_PROBLEM_. For the material below, return exactly the lines starting at the one holding "with these options." and ending at the one holding "may mark different", counting both as part of the range.

START MATERIAL FOR THIS TASK

//! From text to records, whatever the format.

use super::{RawRecord, ReadOptions, RecordOutcome, raw::Cut};
use crate::{molfile, sdf, smiles};

/// Parses records of any format; owns the scratch memory. One per thread.
#[derive(Debug)]
pub struct Parser {
    smiles: smiles::Reader,
    molfile: molfile::ReadOptions,
    /// Whether properties are kept.
    properties: bool,
}

impl Parser {
    /// A parser with these options.
    pub fn new(options: &ReadOptions) -> Self {
        Self {
            smiles: smiles::Reader::new(options.smiles),
            molfile: options.molfile,
            properties: !options.without_properties,
        }
    }

    /// Parses a record. What cannot be read is told in the outcome.
    pub fn parse(&mut self, mut raw: RawRecord) -> RecordOutcome {
        let mut outcome = RecordOutcome::default();
        self.parse_into(&mut raw, &mut outcome);
        outcome
    }

    /// As [`Parser::parse`], in place of an outcome that has been worked up, whose storage is reused
    /// where the format allows. The text is left as storage for
    /// [`Records::cut_into`](super::Records::cut_into).
    pub fn parse_into(&mut self, raw: &mut RawRecord, outcome: &mut RecordOutcome) {
        outcome.index = raw.index;
        match &mut raw.cut {
            Cut::Smiles(raw) => {
                outcome.name.clear();
                outcome.name.push_str(&smiles::title(raw));
                smiles::parse_line(raw, &mut self.smiles, &mut outcome.result);
            }
            Cut::Molfile(raw) => {
                outcome.name = sdf::title(raw);
                outcome.result = sdf::parse(raw, &self.molfile, self.properties);
            }
            #[cfg(feature = "table")]
            Cut::Row(raw) => {
                let readers = (&mut self.smiles, &self.molfile);
                raw.parse(readers, &mut outcome.name, &mut outcome.result);
                if self.properties
                    && let Ok(record) = &mut outcome.result
                {
                    record.properties = raw.properties();
                }
            }
        }
    }
}
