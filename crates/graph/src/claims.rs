//! Claims: the set of stereoisomers that a record stands for, compared and keyed as a set.
//!
//! The marks of a record fix some elements and leave others free. Its stereoisomers are the
//! assignments it allows, up to automorphisms of the constitution. Two records may mark different
//! elements and still allow the same set, so the set itself is brought into normal form:
//!
//! * An element is *free* when inverting it maps the set onto itself. Free elements carry no mark in
//!   the normal form. Which elements are free is decided exactly; it depends on the set alone.
//! * What remains is a list of assignments of the other elements, one for each canonical certificate
//!   in the set. For almost every record it has one member; only unmarked elements that an
//!   automorphism takes to marked ones make it longer, up to a limit.
//!
//! Records with stereo groups stand for sets of samples, see [`family`] and [`grouped`].

use crate::{order::Generators, stereo::Perception};

mod action;
mod family;
mod grouped;
mod orbits;
mod pieces;
mod place;
mod primes;
mod roles;
mod solve;
mod space;
mod status;
mod symmetries;
mod variables;

pub(crate) use family::{Alternative, Family, leaves_room};
pub(crate) use grouped::{Point, masked, most_pieces};
pub(crate) use pieces::{Freedom, Piece, of_groups};
pub(crate) use place::{Place, place};
pub(crate) use roles::Roles;
pub(crate) use solve::{Claims, Extent, Scratch, Solver};
pub(crate) use space::{Space, Vector};
pub(crate) use status::Status;
pub(crate) use symmetries::Symmetries;
pub(crate) use variables::{Variable, list_variables};

/// Per variable: whether some automorphism inverts it and leaves all others as they are.
pub(crate) fn never_stereogenic(
    generators: &Generators,
    perception: &Perception,
    variables: &[Variable],
) -> Vec<bool> {
    action::Action::of(generators, perception, variables).never_stereogenic(variables.len())
}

END MATERIAL FOR THIS TASK

_SOLUTION TO THIS TASK_.
    /// A parser with these options.
    pub fn new(options: &ReadOptions) -> Self {
        Self {
            smiles: smiles::Reader::new(options.smiles),
            molfile: options.molfile,
            properties: !options.without_properties,
        }
    }

    /// Parses a record. What cannot be read is told in the outcome.
    pub fn parse(&mut self, mut raw: RawRecord) -> RecordOutcome {
        let mut outcome = RecordOutcome::default();
        self.parse_into(&mut raw, &mut outcome);
        outcome
    }

    /// As [`Parser::parse`], in place of an outcome that has been worked up, whose storage is reused
    /// where the format allows. The text is left as storage for
    /// [`Records::cut_into`](super::Records::cut_into).
    pub fn parse_into(&mut self, raw: &mut RawRecord, outcome: &mut RecordOutcome) {
        outcome.index = raw.index;
        match &mut raw.cut {
            Cut::Smiles(raw) => {
                outcome.name.clear();
                outcome.name.push_str(&smiles::title(raw));
                smiles::parse_line(raw, &mut self.smiles, &mut outcome.result);
            }
            Cut::Molfile(raw) => {
                outcome.name = sdf::title(raw);
                outcome.result = sdf::parse(raw, &self.molfile, self.properties);
            }
            #[cfg(feature = "table")]
            Cut::Row(raw) => {
                let readers = (&mut self.smiles, &self.molfile);
                raw.parse(readers, &mut outcome.name, &mut outcome.result);
                if self.properties
                    && let Ok(record) = &mut outcome.result
                {
                    record.properties = raw.properties();
                }
            }
        }
    }
}
filename crates/graph/src/claims.rs
//! Claims: the set of stereoisomers that a record stands for, compared and keyed as a set.
//!
//! The marks of a record fix some elements and leave others free. Its stereoisomers are the
//! assignments it allows, up to automorphisms of the constitution. Two records may mark different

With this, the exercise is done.